CalejoControl/docs/SAFETY_FRAMEWORK.md

# Calejo Control Adapter - Safety Framework

## Overview

The Calejo Control Adapter implements a comprehensive multi-layer safety framework designed to prevent equipment damage, operational hazards, and ensure reliable pump station operation under all conditions, including system failures, communication loss, and cyber attacks.

**Safety Philosophy**: "Safety First" - All setpoints must pass through safety enforcement before reaching SCADA systems.

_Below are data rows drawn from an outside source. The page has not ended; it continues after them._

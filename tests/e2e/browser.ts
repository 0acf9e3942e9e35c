import { chromium, type Browser, type Page } from "playwright-core";

/** The server the test command started (a production build on a free port). */
export const BASE_URL = process.env.QUELL_BASE_URL ?? "http://127.0.0.1:3000";

/** Debian's Chromium through playwright-core; the flags keep it off the network this machine does not have. */
export async function launch(): Promise<Browser> {
  return chromium.launch({
    executablePath: process.env.QUELL_CHROMIUM ?? "/usr/bin/chromium",
    args: [
      "--headless",
      "--no-sandbox",
      "--disable-gpu",
      "--disable-quic",
      "--no-first-run",
      "--disable-background-networking",
      "--disable-component-update",
      "--disable-sync",
    ],
  });
}

/** Collects console errors and failed requests so a test can assert the page ran clean. */
export function watchErrors(page: Page): string[] {
  const errors: string[] = [];
  page.on("console", (m) => {
    if (m.type() === "error") errors.push(m.text());
  });
  page.on("pageerror", (e) => errors.push(e.message));
  return errors;
}

/** Go to a path (or URL) and wait until React has hydrated the page (see components/shell/HydrationMark). */
export async function open(page: Page, path: string): Promise<void> {
  await page.goto(path.startsWith("http") ? path : `${BASE_URL}${path}`, { waitUntil: "load" });
  await waitHydrated(page);
}

/**
 * Waits until React has hydrated the page and every client island streamed behind a Suspense boundary
 * (components/shell/IslandMark, useHydrated): input typed before then loses its event.
 */
export async function waitHydrated(page: Page): Promise<void> {
  await page.waitForSelector("html[data-hydrated]", { state: "attached", timeout: 30_000 });
  await page.waitForFunction(() => document.querySelector("[data-island]:not([data-ready])") === null, undefined, { timeout: 30_000 });
}

/**
 * Drags across a box (a plot's), from and to points given as fractions of its width and height: a zoom box, or with
 * `shift` a pan.
 */
export async function dragAcross(
  page: Page, b: { x: number; y: number; width: number; height: number },
  from: [number, number], to: [number, number], shift = false,
): Promise<void> {
  if (shift) await page.keyboard.down("Shift");
  await page.mouse.move(b.x + b.width * from[0], b.y + b.height * from[1]);
  await page.mouse.down();
  await page.mouse.move(b.x + b.width * to[0], b.y + b.height * to[1], { steps: 5 });
  await page.mouse.up();
  if (shift) await page.keyboard.up("Shift");
}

## Multi-Layer Safety Architecture

### Three-Layer Safety Model

```
┌─────────────────────────────────────────────────────────┐
│  Layer 3: Optimization Constraints (Calejo Optimize)    │
│  - Economic optimization bounds: 25-45 Hz               │
│  - Energy efficiency constraints                        │
│  - Production optimization limits                       │
└─────────────────────────────────────────────────────────┘
                          ↓
┌─────────────────────────────────────────────────────────┐
│  Layer 2: Station Safety Limits (Control Adapter)       │
│  - Database-enforced limits: 20-50 Hz                   │
│  - Rate of change limiting                              │
│  - Emergency stop integration                           │
│  - Failsafe mechanisms                                  │
└─────────────────────────────────────────────────────────┘
                          ↓
┌─────────────────────────────────────────────────────────┐
│  Layer 1: Physical Hard Limits (PLC/VFD)                │
│  - Hardware-enforced limits: 15-55 Hz                   │
│  - Physical safety mechanisms                           │
│  - Equipment protection                                 │
└─────────────────────────────────────────────────────────┘
```

## Safety Components

### 1. Safety Limit Enforcer (`src/core/safety.py`)

#### Purpose
The Safety Limit Enforcer is the **LAST line of defense** before setpoints are exposed to SCADA systems. ALL setpoints MUST pass through this enforcer.

#### Key Features

- **Multi-Layer Limit Enforcement**:
  - Hard operational limits (speed, level, power, flow)
  - Rate of change limiting
  - Emergency stop integration
  - Failsafe mode activation

- **Safety Limit Types**:
  ```python
  @dataclass
  class SafetyLimits:
      hard_min_speed_hz: float          # Minimum speed limit (Hz)
      hard_max_speed_hz: float          # Maximum speed limit (Hz)
      hard_min_level_m: Optional[float] # Minimum level limit (meters)
      hard_max_level_m: Optional[float] # Maximum level limit (meters)
      hard_max_power_kw: Optional[float] # Maximum power limit (kW)
      max_speed_change_hz_per_min: float # Rate of change limit
  ```

#### Enforcement Process

```python
def enforce_setpoint(station_id: str, pump_id: str, setpoint: float) -> Tuple[float, List[str]]:
    """
    Enforce safety limits on setpoint.
    
    Returns:
        Tuple of (enforced_setpoint, violations)
        - enforced_setpoint: Safe setpoint (clamped if necessary)
        - violations: List of safety violations (for logging/alerting)
    """
    
    # 1. Check emergency stop first (highest priority)
    if emergency_stop_active:
        return (0.0, ["EMERGENCY_STOP_ACTIVE"])
    
    # 2. Enforce hard speed limits
    if setpoint < hard_min_speed_hz:
        enforced_setpoint = hard_min_speed_hz
        violations.append("BELOW_MIN_SPEED")
    elif setpoint > hard_max_speed_hz:
        enforced_setpoint = hard_max_speed_hz
        violations.append("ABOVE_MAX_SPEED")
    
    # 3. Enforce rate of change limits
    rate_violation = check_rate_of_change(previous_setpoint, enforced_setpoint)
    if rate_violation:
        enforced_setpoint = limit_rate_of_change(previous_setpoint, enforced_setpoint)
        violations.append("RATE_OF_CHANGE_VIOLATION")
    
    # 4. Return safe setpoint
    return (enforced_setpoint, violations)
```

### 2. Emergency Stop Manager (`src/core/emergency_stop.py`)

#### Purpose
Provides manual override capability for emergency situations with highest priority override of all other controls.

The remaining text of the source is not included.